Problem to work on: Below are the records; give again exactly the line with "free(device);", the line with "char slave[64];", and each line that lies between them, and nothing besides.

Given data:
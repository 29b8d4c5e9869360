/* A made-up /sys and /dev with USB serial ports, and udev events at will: libumockdev, loaded at
 * run time so that nothing is linked to it. A test calls mockdev_ready() first thing in main: the
 * program starts itself again under the preload library; false = libumockdev is not installed.
 */
#pragma once

#include <dlfcn.h>
#include <fcntl.h>
#include <stdbool.h>
#include <stdio.h>
#include <stdlib.h>
#include <string.h>
#include <sys/stat.h>
#include <unistd.h>

struct mockdev {
    void *library;
    void *testbed;
};

static inline bool mockdev_ready(char **argv) {
    static const char preload[] = "libumockdev-preload.so.0";
    const char *loaded = getenv("LD_PRELOAD");
    if (loaded && strstr(loaded, preload))
        return true;
    void *tried = dlopen(preload, RTLD_LAZY | RTLD_LOCAL);
    if (!tried || !dlopen("libumockdev.so.0", RTLD_LAZY | RTLD_LOCAL))
        return false;
    const char *asan = getenv("ASAN_OPTIONS");
    char options[512];
    snprintf(options, sizeof options, "%s%sverify_asan_link_order=0", asan ? asan : "",
             asan ? ":" : "");
    setenv("ASAN_OPTIONS", options, 1);
    setenv("LD_PRELOAD", preload, 1);
    execv(argv[0], argv);
    return false;
}

/* The address of a function of the library as a pointer of the type wanted. */
#define MOCKDEV_CALL(mock, name, type) (*(type *)&(void *){dlsym((mock)->library, name)})

typedef void *mockdev_new_f(void);
typedef char *mockdev_add_f(void *, const char *, const char *, const char *, char **, char **);
typedef void mockdev_uevent_f(void *, const char *, const char *);
typedef void mockdev_remove_f(void *, const char *);
typedef char *mockdev_root_f(void *);
typedef void mockdev_unref_f(void *);

static inline bool mockdev_start(struct mockdev *mock) {
    mock->library = dlopen("libumockdev.so.0", RTLD_LAZY | RTLD_GLOBAL);
    if (!mock->library)
        return false;
    mock->testbed = MOCKDEV_CALL(mock, "umockdev_testbed_new", mockdev_new_f *)();
    return mock->testbed;
}

static inline void mockdev_stop(struct mockdev *mock) {
    MOCKDEV_CALL(mock, "g_object_unref", mockdev_unref_f *)(mock->testbed);
    mock->testbed = NULL;
}

/* Adds a device below parent (NULL = none); lists are NULL-ended name, value, name, value. Returns
 * its path below /sys, the caller's to free. */
static inline char *mockdev_add(struct mockdev *mock, const char *subsystem, const char *name,
                                const char *parent, const char **attributes,
                                const char **properties) {
    return MOCKDEV_CALL(mock, "umockdev_testbed_add_devicev", mockdev_add_f *)(
        mock->testbed, subsystem, name, parent, (char **)attributes, (char **)properties);
}

/* A USB serial port /dev/NODE on the USB device `usb_port`. serial NULL = it has none. Returns the
 * path of the tty, the caller's to free. */
static inline char *mockdev_add_serial(struct mockdev *mock, const char *usb_port,
                                       const char *vendor, const char *product, const char *serial,
                                       const char *node) {
    char interface[64];
    char device_node[64];
    snprintf(interface, sizeof interface, "%s:1.0", usb_port);
    snprintf(device_node, sizeof device_node, "/dev/%s", node);
    const char *usb[] = {"idVendor", vendor, "idProduct", product, serial ? "serial" : NULL,
                         serial,     NULL};
    const char *usb_properties[] = {"DEVTYPE", "usb_device", NULL};
    const char *interface_attributes[] = {"bInterfaceNumber", "00", NULL};
    const char *interface_properties[] = {"DEVTYPE", "usb_interface", NULL};
    const char *none[] = {NULL};
    const char *tty_properties[] = {"DEVNAME", device_node, NULL};
    char *device = mockdev_add(mock, "usb", usb_port, NULL, usb, usb_properties);
    char *below =
        mockdev_add(mock, "usb", interface, device, interface_attributes, interface_properties);
    char *tty = mockdev_add(mock, "tty", node, below, none, tty_properties);
    free(device);
    free(below);
    return tty;
}

/* Lays a pseudo-terminal under the node of a port that was added. Returns the far end of the cable,
 * the caller's to close, or -1. */
static inline int mockdev_cable(struct mockdev *mock, const char *node) {
    char slave[64];
    char path[512];
    char *root =
        MOCKDEV_CALL(mock, "umockdev_testbed_get_root_dir", mockdev_root_f *)(mock->testbed);
    snprintf(path, sizeof path, "%s/dev", root);
    mkdir(path, 0755);
    snprintf(path, sizeof path, "%s/dev/%s", root, node);
    free(root);
    int fd = posix_openpt(O_RDWR | O_NOCTTY | O_CLOEXEC);
    if (fd < 0 || grantpt(fd) < 0 || unlockpt(fd) < 0 || ptsname_r(fd, slave, sizeof slave) != 0 ||
        symlink(slave, path) < 0)
        return -1;
    return fd;
}

static inline void mockdev_event(struct mockdev *mock, const char *syspath, const char *action) {
    MOCKDEV_CALL(mock, "umockdev_testbed_uevent", mockdev_uevent_f *)
    (mock->testbed, syspath, action);
}

static inline void mockdev_remove(struct mockdev *mock, const char *syspath) {
    MOCKDEV_CALL(mock, "umockdev_testbed_remove_device", mockdev_remove_f *)
    (mock->testbed, syspath);
}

Finished exercise:
    free(device);
    free(below);
    return tty;
}

/* Lays a pseudo-terminal under the node of a port that was added. Returns the far end of the cable,
 * the caller's to close, or -1. */
static inline int mockdev_cable(struct mockdev *mock, const char *node) {
    char slave[64];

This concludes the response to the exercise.